TO DO: What is the number of lines below that hold "DeviceCard"? Answer with that number only.

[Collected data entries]
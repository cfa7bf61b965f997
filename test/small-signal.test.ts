import fc from "fast-check";
import { describe, expect, it } from "vitest";
import {
  Derivation,
  amperesPerVoltSquared,
  device,
  deviceFormulas,
  drainCurrent,
  meters,
  perVolt,
  smallSignal,
  sqrtVolts,
  volts,
  type DeviceCard,
  type Formula,
} from "../lib/index.js";

// Invented cards for unit tests (not a real process).
const nCard: DeviceCard = { name: "ss-n", polarity: "nmos", kp: amperesPerVoltSquared(120e-6), vt0: volts(0.6), lambda: perVolt(0.04), gamma: sqrtVolts(0.45), phi: volts(0.7) };
const pCard: DeviceCard = { name: "ss-p", polarity: "pmos", kp: amperesPerVoltSquared(45e-6), vt0: volts(-0.7), lambda: perVolt(0.06), gamma: sqrtVolts(0.5), phi: volts(0.75) };
const n = device(nCard, meters(20e-6), meters(1e-6));
const p = device(pCard, meters(40e-6), meters(2e-6));
const bias = (vgs: number, vds: number, vsb = 0) => ({ vgs: volts(vgs), vds: volts(vds), vsb: volts(vsb) });

/** Central difference of the hot-path current; an independent check on the analytic derivatives. */
function numeric(f: (x: number) => number, x: number, h = 1e-6): number {
  return (f(x + h) - f(x - h)) / (2 * h);
}

const byId = new Map<string, Formula>(Object.values(deviceFormulas).map((f) => [f.id, f as Formula]));

describe("small-signal parameters", () => {
  it("gives the same gm from k·VOV·(1+λVDS), √(2k·ID·(1+λVDS)) and 2·ID/VOV in saturation (square law)", () => {
    fc.assert(
      fc.property(fc.double({ min: 0.02, max: 2, noNaN: true }), fc.double({ min: 1e-3, max: 3, noNaN: true }), fc.double({ min: 0, max: 2, noNaN: true }), (vov, extra, vsb) => {
        const ss = smallSignal(n, bias(ss0Vt(vsb) + vov, vov + extra, vsb));
        expect(ss.op.region).toBe("saturation");
        const { k, vov: v, vdsDevice: vds } = ss.op;
        const id = ss.op.id;
        const a = deviceFormulas.transconductanceSat.fn(k, v, nCard.lambda!, vds);
        const b = deviceFormulas.transconductanceFromCurrent.fn(k, id, nCard.lambda!, vds);
        const c = deviceFormulas.transconductanceFromOverdrive.fn(id, v);
        expect(Math.abs(a - ss.gm) / ss.gm).toBeLessThan(1e-12);
        expect(Math.abs(b - a) / a).toBeLessThan(1e-9);
        expect(Math.abs(c - a) / a).toBeLessThan(1e-9);
      }),
      { seed: 7, numRuns: 200 },
    );
  });

  it("matches numeric derivatives of ID in triode and saturation, NMOS and PMOS, with body bias", () => {
    const points: Array<[typeof n, number, number, number]> = [
      [n, 1.5, 0.3, 0.5], // triode
      [n, 1.5, 2.0, 1.0], // saturation
      [n, 0.9, 0.05, 0], // deep triode
      [p, -1.6, -0.2, -0.8], // triode, reverse body bias
      [p, -1.6, -2.5, -0.4], // saturation
    ];
    for (const [d, vgs, vds, vsb] of points) {
      const ss = smallSignal(d, bias(vgs, vds, vsb));
      const s = d.card.polarity === "nmos" ? 1 : -1;
      // Conductances are magnitudes in the device's polarity: ∂(s·ID)/∂(s·V).
      const gm = numeric((x) => s * drainCurrent(d, s * x, vds, vsb), s * vgs);
      const gds = numeric((x) => s * drainCurrent(d, vgs, s * x, vsb), s * vds);
      const gmb = -numeric((x) => s * drainCurrent(d, vgs, vds, s * x), s * vsb); // gmb = ∂ID/∂VBS = −∂ID/∂VSB
      expect(Math.abs(ss.gm - gm) / gm).toBeLessThan(1e-6);
      expect(Math.abs(ss.gds - gds) / gds).toBeLessThan(1e-6);
      expect(Math.abs(ss.gmb - gmb) / gmb).toBeLessThan(1e-6);
      expect(ss.ro).toBeCloseTo(1 / ss.gds, 6);
      expect(ss.intrinsicGain).toBeCloseTo(ss.gm * ss.ro, 6);
      expect(ss.gmOverId).toBeCloseTo(ss.gm / Math.abs(ss.op.id), 9);
    }
  });

  it("has Ron = 1/(k·VOV) equal to 1/gds as VDS → 0 (square law)", () => {
    const ss = smallSignal(n, bias(1.4, 0));
    expect(ss.op.region).toBe("triode");
    const k = 120e-6 * 20;
    expect(ss.ron).toBeCloseTo(1 / (k * 0.8), 9);
    expect(ss.gds).toBeCloseTo(k * 0.8, 15);
    expect(ss.gm).toBe(0);
    expect(ss.intrinsicGain).toBe(0);
    expect(ss.gmOverId).toBeUndefined();
  });

  it("uses Infinity only where the model has no output conductance, and never NaN", () => {
    const ideal = device({ ...nCard, lambda: perVolt(0) }, meters(20e-6), meters(1e-6));
    const sat = smallSignal(ideal, bias(1.2, 2));
    expect(sat.gds).toBe(0);
    expect(sat.ro).toBe(Infinity);
    expect(sat.intrinsicGain).toBe(Infinity);
    expect(sat.gmOverId).toBeCloseTo(2 / 0.6, 12);
    const off = smallSignal(n, bias(0.3, 2));
    expect(off.op.region).toBe("cutoff");
    expect([off.gm, off.gmb, off.gds, off.intrinsicGain]).toEqual([0, 0, 0, 0]);
    expect(off.ro).toBe(Infinity);
    expect(off.ron).toBe(Infinity);
    expect(off.gmOverId).toBeUndefined();
    expect(off.inversion).toBeUndefined();
    fc.assert(
      fc.property(fc.double({ min: -3, max: 3, noNaN: true }), fc.double({ min: -3, max: 3, noNaN: true }), fc.double({ min: -0.5, max: 3, noNaN: true }), (vgs, vds, vsb) => {
        for (const d of [n, p, ideal]) {
          const ss = smallSignal(d, bias(vgs, vds, vsb));
          for (const v of [ss.gm, ss.gmb, ss.gds, ss.ro, ss.intrinsicGain, ss.ron, ss.op.id]) expect(Number.isNaN(v)).toBe(false);
          expect(ss.gm).toBeGreaterThanOrEqual(0);
          expect(ss.gds).toBeGreaterThanOrEqual(0);
          expect(ss.gmb).toBeGreaterThanOrEqual(0);
        }
      }),
      { seed: 11, numRuns: 300 },
    );
  });

  it("drops (1+λVDS) from triode gm and gds in the textbook mode", () => {
    const spiceForm = smallSignal(n, bias(1.6, 0.4));
    const textbook = smallSignal(n, bias(1.6, 0.4), { clm: "saturation-only" });
    const k = 120e-6 * 20;
    expect(textbook.gm).toBeCloseTo(k * 0.4, 15);
    expect(textbook.gds).toBeCloseTo(k * (1.0 - 0.4), 15);
    expect(spiceForm.gm).toBeCloseTo(k * 0.4 * (1 + 0.04 * 0.4), 15);
  });

  it("records each formula with the arguments it used (every step re-evaluates to its result)", () => {
    const rec = new Derivation("ss");
    smallSignal(p, bias(-1.6, -2.5, -0.4), {}, rec);
    smallSignal(n, bias(1.0, 0.2, -0.2), {}, rec);
    const steps = rec.steps.filter((s) => s.kind === "formula");
    expect(steps.length).toBeGreaterThan(10);
    for (const s of steps) {
      if (s.kind !== "formula") continue;
      const f = byId.get(s.formula)!;
      expect(f, s.formula).toBeDefined();
      expect(s.inputs.map((i) => i.name)).toEqual([...f.vars]);
      expect(f.fn(...s.inputs.map((i) => i.value))).toBe(s.result.value);
    }
  });
});

/** |Vt| of the NMOS test card at vsb (reverse bias), for aiming points at saturation. */
function ss0Vt(vsb: number): number {
  return 0.6 + 0.45 * (Math.sqrt(0.7 + vsb) - Math.sqrt(0.7));
}

describe("inversion level at the bias point (Enz & Vittoz usage: weak < 0.1 < moderate < 10 < strong)", () => {
  it("warns in weak inversion, cautions in moderate, stays silent in strong", () => {
    const find = (vov: number) => {
      const rec = new Derivation("inv");
      const ss = smallSignal(n, bias(0.6 + vov, 2), {}, rec);
      return { level: ss.inversion?.level, ic: ss.inversion?.ic, findings: rec.findings };
    };
    const weak = find(0.005);
    expect(weak.level).toBe("weak");
    expect(weak.findings.map((f) => f.severity)).toEqual(["warning"]);
    expect(weak.findings[0]!.text).toMatch(/IC = [0-9.e-]+ < 0\.1/);
    const moderate = find(0.08);
    expect(moderate.level).toBe("moderate");
    expect(moderate.findings.map((f) => f.severity)).toEqual(["caution"]);
    const strong = find(0.4);
    expect(strong.level).toBe("strong");
    expect(strong.findings).toEqual([]);
  });
  it("gives IC = VOV²/(4·n·UT²) in saturation (algebra of the square law and the EKV specific current)", () => {
    const ss = smallSignal(n, bias(0.6 + 0.1, 2));
    const ut = (1.380649e-23 * 300.15) / 1.602176634e-19;
    expect(ss.inversion!.ic).toBeCloseTo(0.01 / (4 * 1.3 * ut * ut), 9);
  });
});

RESPONSE BOX: 3